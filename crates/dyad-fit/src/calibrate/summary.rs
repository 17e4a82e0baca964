//! The verdicts of a calibration and their table (`calibration.txt`).

use serde::Serialize;

use super::statistics::Coverage;

/// The calibration verdict of one quantity.
#[derive(Debug, Clone, Serialize)]
pub(super) struct ParameterVerdict {
    pub(super) parameter: String,
    pub(super) systems: usize,
    pub(super) chi_square: f64,
    pub(super) degrees_of_freedom: usize,
    pub(super) p_value: f64,
    pub(super) counts: Vec<usize>,
    pub(super) expected: Vec<f64>,
    pub(super) coverage_68: Coverage,
    pub(super) coverage_95: Coverage,
    /// chi-square p > 0.01 and both coverages within 2 standard errors.
    pub(super) passes: bool,
}

#[derive(Debug, Clone, Serialize)]
pub(super) struct Summary {
    pub(super) settings: String,
    pub(super) seed: u64,
    pub(super) systems: usize,
    pub(super) fitted: usize,
    pub(super) failed: usize,
    pub(super) hit_step_cap: usize,
    /// Fits with fewer roughly independent draws than L (their L draws are
    /// then correlated, which piles ranks up at the ends).
    pub(super) short_of_independent_draws: usize,
    pub(super) draws_per_system: usize,
    pub(super) rank_bins: usize,
    pub(super) median_steps: f64,
    pub(super) median_tau_max: f64,
    pub(super) parameters: Vec<ParameterVerdict>,
    pub(super) failures: Vec<(usize, String)>,
    pub(super) all_pass: bool,
}

pub(super) fn summary_text(s: &Summary) -> String {
    use std::fmt::Write as _;
    let mut t = String::new();
    let _ = writeln!(
        t,
        "Simulation-based calibration (Talts et al. 2018) of {}",
        s.settings
    );
    let _ = writeln!(
        t,
        "seed {}; {} systems, {} fitted, {} failed, {} at the step cap, {} short of {} independent draws",
        s.seed, s.systems, s.fitted, s.failed, s.hit_step_cap, s.short_of_independent_draws,
        s.draws_per_system
    );
    let _ = writeln!(
        t,
        "ranks among L = {} thinned draws in {} bins; median steps {:.0}, median largest tau {:.1}",
        s.draws_per_system, s.rank_bins, s.median_steps, s.median_tau_max
    );
    let _ = writeln!(t);
    let _ = writeln!(
        t,
        "{:<10} {:>4} {:>9} {:>4} {:>8}   {:>16}   {:>16}  verdict",
        "parameter", "n", "chi2", "df", "p", "68% coverage", "95% coverage"
    );
    for p in &s.parameters {
        let cov =
            |c: &Coverage| format!("{:.3}±{:.3} ({:+.1}σ)", c.fraction, c.standard_error, c.z);
        let _ = writeln!(
            t,
            "{:<10} {:>4} {:>9.2} {:>4} {:>8.4}   {:>16}   {:>16}  {}",
            p.parameter,
            p.systems,
            p.chi_square,
            p.degrees_of_freedom,
            p.p_value,
            cov(&p.coverage_68),
            cov(&p.coverage_95),
            if p.passes { "ok" } else { "MISCALIBRATED?" }
        );
    }
    let _ = writeln!(t);
    let _ = writeln!(
        t,
        "verdict: {} (pass = chi-square p > 0.01 and both coverages within 2 binomial standard errors)",
        if s.all_pass {
            "every parameter passes"
        } else {
            "some parameter fails"
        }
    );
    for (i, why) in &s.failures {
        let _ = writeln!(t, "system {i} failed: {why}");
    }
    t
}
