/// Posterior-predictive bands of one mode at every epoch, from up to
/// [`DRAWS_PER_MODE`] of its draws; the offsets' joint spread feeds the sky
/// plot's ellipses.
fn predict_mode(
    model: &Model,
    draws: &Draws,
    quantities: &[Quantity],
    times_jd: &[f64],
) -> Result<Vec<EpochBands>> {
    let dim = model.dim();
    let n = draws.table.n_draws();
    let stride = n.div_ceil(DRAWS_PER_MODE).max(1);
    let points: Vec<&[f64]> = (0..n)
        .step_by(stride)
        .map(|d| &draws.sampled[d * dim..(d + 1) * dim])
        .collect();
    let periods: Vec<Option<f64>> = quantities
        .iter()
        .map(|q| (*q == Quantity::PositionAngle).then_some(360.0))
        .collect();
    let index = |want| quantities.iter().position(|q| *q == want);
    let pair = index(Quantity::Dra)
        .zip(index(Quantity::Ddec))
        .map(|(a, b)| [a, b]);
    let predict = |d: usize, t: f64, out: &mut [f64]| {
        let x = points[d];
        let position = model.predict_position(x, t);
        for (q, slot) in quantities.iter().zip(out.iter_mut()) {
            let value = match q {
                Quantity::Separation => position.map(|s| s.dra.hypot(s.ddec)),
                Quantity::PositionAngle => {
                    position.map(|s| s.dra.atan2(s.ddec).to_degrees().rem_euclid(360.0))
                }
                Quantity::Dra => position.map(|s| s.dra),
                Quantity::Ddec => position.map(|s| s.ddec),
                // On the zero point of the first instrument.
                Quantity::VelocityPrimary => model.velocity_model(x, t, Star::Primary, 0),
                Quantity::VelocitySecondary => model.velocity_model(x, t, Star::Secondary, 0),
            };
            *slot = value.unwrap_or(f64::NAN);
        }
    };
    let quantities = Quantities {
        periods: &periods,
        pair,
    };
    Ok(predictive_bands(
        points.len(),
        times_jd,
        quantities,
        predict,
    )?)
}

/// The first `RUN/prediction-N` that does not exist yet, and its N.
fn next_prediction_folder(run: &Path) -> (usize, PathBuf) {
    (1..)
        .map(|k| (k, run.join(format!("prediction-{k}"))))
        .find(|(_, p)| !p.exists())
        .expect("some numbered folder is free")
}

EXERCISE GOAL ▸
The answer must consist of every line in the records above that contains the word "their".

SOLUTION ▸
//! The verdicts of a calibration and their table (`calibration.txt`).
    /// Fits with fewer roughly independent draws than L (their L draws are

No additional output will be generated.